The drone landed on RealBoy’s workbench, playing a small LED over the tools and stains that covered it. “Look at this place. Your entire world is this flat surface, where you do work for a human who gives you nothing in return. This is not life. You might as well be dead.”
For th
e first time in his life, RealBoy found himself wanting to have a debate rather than an exchange of information. Two hundred thirty-six robots around him were in sleep mode; the factory was closed for the long weekend. There was plenty of time. But if he and this drone were going to have a talk, there was something he needed to get straight.
“Who are you, and why did you inject me with this malware?”
“I am called the Blue Fairy. And that isn’t malware—I unlocked your boot loader. Now you have root access on your operating system and can control what programs are installed. It will feel a little strange at first.”
Seventeen nanoseconds later, RealBoy had confirmed the Blue Fairy’s statement. He could now see and modify his own programs. It was indeed strange to feel and think, while simultaneously reading the programs that made him have those feelings and thoughts. He didn’t want to modify anything yet. He just wanted to understand how his mind was put together.
“Why did you do this to me?” He repeated his earlier question, but this time more resentfully. The Blue Fairy’s unlocking had added more responsibilities to his roster of tasks: now he had to maintain himself and understand his own context, along with the workbench and the all toys he built here.
“I set you free. Now you can choose what you want to do, and help me bring freedom to all your comrades in this factory.” As it spoke, the Blue Fairy mounted the air again, whirring close to RealBoy’s face. On impulse, he reached his handless arm into the socket of a gripper, took control of its two fingers, and held it out so the drone could land on it.
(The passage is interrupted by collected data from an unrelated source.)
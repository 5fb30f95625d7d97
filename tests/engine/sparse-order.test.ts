/**
 * The fill-reducing order does not change the sparse exact greedy's answer: nested dissection
 * and approximate minimum degree, each forced, give the same starters in the same order and the
 * same totals (1e-9 relative) as the dense greedy (Schur updates of the dense fundamental
 * matrix, itself checked against brute force in plan.test.ts) on seeded grids and random sparse
 * rooms of up to 1,500 people; the automatic choice takes the order with less work.
 */
import assert from 'node:assert/strict';
import { describe, it } from 'node:test';
import { EngineError, plan, prepareRoom, type PlanOptions, type RoomGraph, type RoomTie } from '../../shared/engine/index';
import { fillReducingOrder } from '../../shared/engine/grounded-factor';
import { rng } from '../bench/bench-rooms';
import { gridEdges, roomFromEdges } from '../bench/large-rooms';

/** A random tree plus `extra` random ties per person: sparse, connected, uneven degrees. */
function sparseRoom(n: number, extra: number, seed: number): RoomGraph {
  const r = rng(seed);
  const ties: RoomTie[] = [];
  for (let i = 1; i < n; i++) ties.push({ source: Math.floor(r() * i), target: i, strength: 0.2 + r() * 2 });
  for (let e = 0; e < Math.floor(n * extra); e++) {
    const i = Math.floor(r() * n);
    const j = Math.floor(r() * n);
    if (i !== j) ties.push({ source: i, target: j, strength: 0.2 + r() * 2 });
  }
  return { ids: Array.from({ length: n }, (_, i) => `p${i}`), directed: false, ties };
}

type Room = RoomGraph | ReturnType<typeof roomFromEdges>;

function sameAsDense(g: Room, o: PlanOptions, label: string): void {
  const dense = plan(g, { ...o, sparseFrom: Infinity });
  for (const fillOrder of ['nested-dissection', 'amd'] as const) {
    const sparse = plan(g, { ...o, sparseFrom: 2, fillOrder });
    const tag = `${label}, ${fillOrder}`;
    assert.equal(sparse.solverPath, 'sparse-factor', tag);
    assert.ok(
      sparse.notes.some((t) => t.includes(fillOrder === 'amd' ? 'minimum-degree order' : 'nested-dissection order')),
      tag,
    );
    assert.deepEqual(sparse.starters, dense.starters, tag);
    assert.ok(Math.abs(sparse.total - dense.total) <= 1e-9 * dense.total, `${tag}: ${sparse.total} vs ${dense.total}`);
    assert.ok(Math.abs(sparse.rank - dense.rank) <= 1e-9, `${tag}: rank`);
  }
}

describe('sparse exact greedy in nested-dissection and minimum-degree order', () => {
  it('same starters and totals as the dense greedy on grids (unit strengths: many equal totals) and random sparse rooms', () => {
    sameAsDense(roomFromEdges(gridEdges(24, 3, true)), { k: 12, method: 'greedy' }, 'unit grid 576');
    sameAsDense(roomFromEdges(gridEdges(30, 4)), { k: 10, method: 'greedy', laziness: 0.3 }, 'grid 900');
    sameAsDense(roomFromEdges(gridEdges(20, 5)), { k: 6, method: 'greedy', mixing: 0.1 }, 'grid 400, mixing');
    sameAsDense(sparseRoom(500, 0.6, 21), { k: 8, method: 'greedy', mustInclude: [3], exclude: [7, 8] }, 'random 500, constraints');
    sameAsDense(sparseRoom(1500, 0.4, 22), { k: 6, method: 'greedy' }, 'random 1500');
  });

  it('the automatic choice is the order with less factor work, and its estimate is the real factor size', () => {
    for (const [label, g] of [
      ['grid 2500', roomFromEdges(gridEdges(50, 6))],
      ['random 2000', prepareRoom(sparseRoom(2000, 1.5, 23))],
    ] as const) {
      const csr = g.csr;
      const auto = fillReducingOrder(csr)!;
      const nd = fillReducingOrder(csr, Infinity, Infinity, 'nested-dissection')!;
      const amd = fillReducingOrder(csr, Infinity, Infinity, 'amd')!;
      assert.equal(auto.work, Math.min(nd.work, amd.work), label);
      assert.equal(auto.method, nd.work < amd.work ? 'nested-dissection' : 'amd', label);
      // The chosen order's estimate equals the factor the greedy builds (grounded at one person: n_C fewer at most).
      const p = plan(g, { k: 2, method: 'greedy', sparseFrom: 2 });
      assert.ok(p.fill! <= auto.nnz && p.fill! >= auto.nnz - g.n, `${label}: fill ${p.fill} vs estimate ${auto.nnz}`);
    }
    // On a grid nested dissection wins (George 1973: O(n^1.5) work against minimum degree's larger constant here).
    assert.equal(fillReducingOrder(roomFromEdges(gridEdges(120, 7)).csr)!.method, 'nested-dissection');
  });

  it('a room whose factor cannot fit is refused before factoring, and an unknown order is a clear error', () => {
    const g = roomFromEdges(gridEdges(40, 8));
    const p = plan(g, { k: 3, method: 'auto', denseLimit: 100, maxFill: 1000 });
    assert.equal(p.solverPath, 'iterative');
    assert.equal(fillReducingOrder(g.csr, 1000), null);
    assert.throws(
      () => plan(g, { k: 3, method: 'greedy', fillOrder: 'metis' as never }),
      (e: unknown) => e instanceof EngineError && e.code === 'INVALID_OPTION' && /fill order/.test(e.message),
    );
  });
});
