/** What every command shares: its flags, help text, and the room and starters it reads. */
import type { RoomGraph } from '../graph';
import { describeIssue } from '../io/index';
import { CliError, numberFlag, type FlagSpec, type Flags } from './args';
import { idsFromFlags, MAX_FILE_BYTES, MAX_ID_FILE_BYTES } from './read-file';

export interface CliOutput {
  /** The one JSON object printed on stdout. */
  readonly result: Record<string, unknown>;
  /** Notes for stderr (exit status stays 0). */
  readonly notes: string[];
}

export interface Command {
  readonly name: string;
  readonly summary: string;
  readonly help: string;
  readonly flags: Record<string, FlagSpec>;
  run(flags: Flags): Promise<CliOutput> | CliOutput;
}

export const ROOM_FLAGS: Record<string, FlagSpec> = {
  graph: { required: true },
  people: {},
  directed: { boolean: true },
  'max-people': {},
};

/** --starters IDS or --starters-file FILE (one of them is required; starterIndices checks). */
export const STARTER_FLAGS: Record<string, FlagSpec> = { starters: {}, 'starters-file': {} };

export const WALK_FLAGS: Record<string, FlagSpec> = { laziness: {}, mixing: {} };

export const ROOM_HELP = `  --graph FILE        the room: .json (node-link), .csv (ties: source,target[,strength]) or .graphml;
                      a regular file of at most ${MAX_FILE_BYTES / 1024 / 1024} MiB (pipes, devices and folders are refused)
  --people FILE       (CSV only) people file with header id,name[,group]
  --directed          (CSV only) read each tie as "source asks target"; otherwise ties go both ways
  --max-people N      refuse rooms with more than N people (default 1000000)
Ids are matched and printed exactly as written in the file (JSON numbers keep their digits:
1.0, 1e3 and 12345678901234567891 stay as written; CSV cells are trimmed unless quoted).
Strengths: a missing strength means 1; an empty one (a blank CSV cell, an empty GraphML
<data>) also means 1, with a warning; JSON null or "" is refused. Strengths must be at
least 1e-100, and at least 1e-12 times the room's strongest tie (beyond that ratio double
precision cannot carry the weak tie).`;

/** How lists of ids are written, shared by every flag that takes ids. */
export const ID_LIST_HELP = `Id lists (IDS) are separated by commas; an unquoted id is trimmed, an id in double quotes
is kept exactly, with a quote inside written twice: --starters 'a,"Lee, A."," b"'.
--NAME-file FILE reads one id per line instead, exactly as written (nothing trimmed; blank
lines skipped; at most ${MAX_ID_FILE_BYTES / 1024 / 1024} MiB).`;

export const WALK_HELP = `  --laziness A        chance of staying put at each hop, 0 <= A < 1 (default 0)
  --mixing B          chance of asking anyone in the room at random, 0 <= B < 1 (default 0)`;

export function walkOptions(flags: Flags): { laziness?: number; mixing?: number } {
  const out: { laziness?: number; mixing?: number } = {};
  const a = numberFlag(flags, 'laziness', 0, 1);
  const b = numberFlag(flags, 'mixing', 0, 1);
  if (a !== undefined) out.laziness = a;
  if (b !== undefined) out.mixing = b;
  return out;
}

/** Maps --starters ids to person indices, naming any id not in the room. */
export function starterIds(flags: Flags): string[] {
  const ids = idsFromFlags(flags, 'starters');
  if (ids === undefined) throw new CliError('--starters is required (or --starters-file FILE, one id per line)');
  if (ids.length === 0) throw new CliError('--starters needs at least one person id');
  return ids;
}

/** Maps the starter ids to person indices, naming any id not in the room. */
export function starterIndices(graph: RoomGraph, flags: Flags, file: string, given?: readonly string[]): number[] {
  const ids = given ?? starterIds(flags);
  const index = new Map(graph.ids.map((id, i) => [id, i]));
  const seen = new Set<number>();
  const out: number[] = [];
  for (const id of ids) {
    const i = index.get(id);
    if (i === undefined)
      throw new CliError(`--starters: "${clipId(id)}" is not a person in ${file} (ids are matched exactly, as written in the file)`);
    if (seen.has(i)) throw new CliError(`--starters: "${clipId(id)}" is given twice`);
    seen.add(i);
    out.push(i);
  }
  return out;
}

export function clipId(id: string): string {
  return id.length > 40 ? `${id.slice(0, 40)}...` : id;
}

export function warningNotes(warnings: readonly { message: string }[], file: string): string[] {
  if (warnings.length === 0) return [];
  const first = describeIssue(warnings[0] as Parameters<typeof describeIssue>[0]);
  return [`note: ${file}: ${warnings.length} warning${warnings.length === 1 ? '' : 's'}; first: ${first}`];
}

/** Rounds to 0.1 ms for the elapsedMs field. */
export function ms(start: number): number {
  return Math.round((performance.now() - start) * 10) / 10;
}

/** The unreachable rule shared by reach and simulate: see the help texts. */
export const UNREACHABLE_HELP = `When some people cannot reach any starter (a disconnected room, or a directed room
where a group asks only itself), their expected hops are infinite: they are left out of
"reach" and listed in "unreachable" (with the reason in "reasons"); "total" and "average"
are then null (the true values are infinite), "reachableTotal" and "reachableAverage" give
the sum and mean over the people who can be reached, and one note line goes to stderr.`;

/** The fields reach and simulate share: who is out of reach, why, and the stderr note. */
export function unreachableFields(
  n: number,
  unreachable: readonly { readonly index: number; readonly id: string; readonly message: string }[],
): { lost: Set<number>; ids: string[]; reasons: Map<string, string>; note?: string } {
  // A Map, so an id such as "__proto__" is an ordinary key (the output writer turns Maps into objects).
  const reasons = new Map<string, string>();
  for (const u of unreachable) reasons.set(u.id, u.message);
  return {
    lost: new Set(unreachable.map((u) => u.index)),
    ids: unreachable.map((u) => u.id),
    reasons,
    ...(unreachable.length > 0
      ? { note: `note: ${unreachable.length} of ${n} people cannot reach any starter; total and average are null (see "unreachable")` }
      : {}),
  };
}
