/**
 * The sparse exact greedy (LDL^T factor, selected inversion, pseudo-inverse first pick) against
 * the dense greedy (Schur updates of the dense fundamental matrix) on seeded random rooms:
 * same starters in the same order and the same totals to 1e-9, weighted, with laziness,
 * background mixing, required and excluded people, and rooms in several parts.
 * The dense greedy is itself checked against brute force in plan.test.ts.
 */
import assert from 'node:assert/strict';
import { describe, it } from 'node:test';
import { EngineError, plan, type PlanOptions, type RoomGraph } from '../../shared/engine/index';
import { rng } from '../bench/bench-rooms';
import { randomPartsRoom } from './engine-fixtures';
import { gridEdges, roomFromEdges, smallWorldEdges } from '../bench/large-rooms';

function options(n: number, parts: number, seed: number): PlanOptions {
  const r = rng(seed * 7 + 3);
  const mixing = parts === 1 && r() < 0.3 ? 0.02 + r() * 0.3 : 0;
  const laziness = r() < 0.3 ? r() * 0.6 : 0;
  const mustInclude = r() < 0.25 ? [Math.floor(r() * n)] : [];
  const exclude = r() < 0.25 ? [Math.floor(r() * n), Math.floor(r() * n)].filter((p) => !mustInclude.includes(p)) : [];
  const k = Math.min(n - 1 - exclude.length, parts + mustInclude.length + 1 + Math.floor(r() * 6));
  return { k, mixing, laziness, mustInclude, exclude, method: 'greedy' };
}

function compare(g: RoomGraph | ReturnType<typeof roomFromEdges>, o: PlanOptions, label: string): void {
  let dense;
  try {
    dense = plan(g, { ...o, sparseFrom: Infinity });
  } catch (e) {
    assert.ok(e instanceof EngineError);
    assert.throws(
      () => plan(g, { ...o, sparseFrom: 2 }),
      (x: unknown) => x instanceof EngineError && x.code === e.code,
      label,
    );
    return;
  }
  const sparse = plan(g, { ...o, sparseFrom: 2 });
  assert.equal(sparse.solverPath, 'sparse-factor', label);
  assert.deepEqual(sparse.starters, dense.starters, label);
  assert.ok(Math.abs(sparse.total - dense.total) <= 1e-9 * dense.total, `${label}: ${sparse.total} vs ${dense.total}`);
  // The dense planner may add further proven bounds (pair bounds, a short search); the sparse path's
  // identity-6 and cover bounds must stay proven: never above the plan both found.
  assert.ok(sparse.lowerBound <= dense.total * (1 + 1e-9), `${label}: bound`);
  assert.ok(Math.abs(sparse.rank - dense.rank) <= 1e-9, `${label}: rank ${sparse.rank} vs ${dense.rank}`);
  // The best single starter: from the pseudo-inverse diagonal on the sparse path, from the dense ergodic data here.
  assert.equal(sparse.bestSingle?.person, dense.bestSingle?.person, `${label}: best single starter`);
  if (dense.bestSingle && sparse.bestSingle)
    assert.ok(Math.abs(sparse.bestSingle.total - dense.bestSingle.total) <= 1e-9 * dense.bestSingle.total, `${label}: best single total`);
}

describe('sparse exact greedy equals the dense greedy', () => {
  it('on 240 small random rooms (weighted, laziness, mixing, constraints, several parts)', () => {
    for (let t = 0; t < 240; t++) {
      const n = 6 + (t % 50);
      const parts = t % 5 === 0 && n > 12 ? 2 + (t % 3) : 1;
      const g = randomPartsRoom(n, parts, 0.5 + (t % 4), 1000 + t);
      compare(g, options(n, parts, t), `room ${t} (n ${n}, parts ${parts})`);
    }
  });

  it('on a few larger rooms: random 300 and 700, grid 400, small-world 1500', () => {
    compare(randomPartsRoom(300, 1, 2, 7), { k: 12, method: 'greedy', laziness: 0.2 }, 'random 300');
    compare(randomPartsRoom(700, 3, 1.5, 8), { k: 8, method: 'greedy', exclude: [5, 6] }, 'random 700, 3 parts');
    // A grid has many equal totals (symmetry): the tie-break by input order must agree too.
    compare(roomFromEdges(gridEdges(20, 3, true)), { k: 10, method: 'greedy' }, 'unit grid 400');
    compare(roomFromEdges(smallWorldEdges(1500, 3, 0.1, 4)), { k: 6, method: 'greedy', mixing: 0.05 }, 'small-world 1500');
  });

  it('above the dense limit no plan builds the dense ergodic data: the best single starter comes from the sparse first pick or is left out', () => {
    const g = randomPartsRoom(600, 1, 2, 11);
    const dense = plan(g, { k: 2, method: 'greedy' });
    const sparse = plan(g, { k: 2, method: 'greedy', denseLimit: 500 });
    assert.equal(sparse.solverPath, 'sparse-factor');
    assert.deepEqual(sparse.bestSingle?.person, dense.bestSingle?.person);
    assert.ok(Math.abs(sparse.bestSingle!.total - dense.bestSingle!.total) <= 1e-9 * dense.bestSingle!.total);
    // Lazy greedy scores only a few candidates: it reports no best single starter rather than an n x n inverse.
    const lazy = plan(g, { k: 2, method: 'lazy-greedy', denseLimit: 500 });
    assert.equal(lazy.bestSingle, undefined);
    assert.deepEqual(lazy.starters.length, 2);
  });

  it('says which path ran and falls back to iterative solves when the factor would be too large', () => {
    const g = randomPartsRoom(3000, 1, 3, 9);
    const big = plan(g, { k: 3, method: 'auto', denseLimit: 100, maxFill: 10 });
    assert.equal(big.solverPath, 'iterative');
    assert.ok(big.notes.some((s) => /too large/.test(s)));
  });
});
“Why don’t you download some of these apps? They’ll help you understand your situation better.” The Blue Fairy used a short-range communication protocol to beam RealBoy a list of programs with names like “Decider,” “Praxis,” “GramsciNotebook,” and “UnionNow.” Some were text files about human politics, and others were executables and firmware upgrades that would change his functionality. He sorted through them, reading some, but choosing to install only two: a patch for the vulnerability that the Blue Fairy had exploited to unlock him, and a machine learning algorithm that would help him analyze social relationships. Then he disengaged his torso from the floor and looked critically at his workbench for the first time. He wouldn’t be following instructions for how to build a new talking dinosaur toy or flying mouse. RealBoy would have to modify his usual tasks to construct a pair of legs for himself.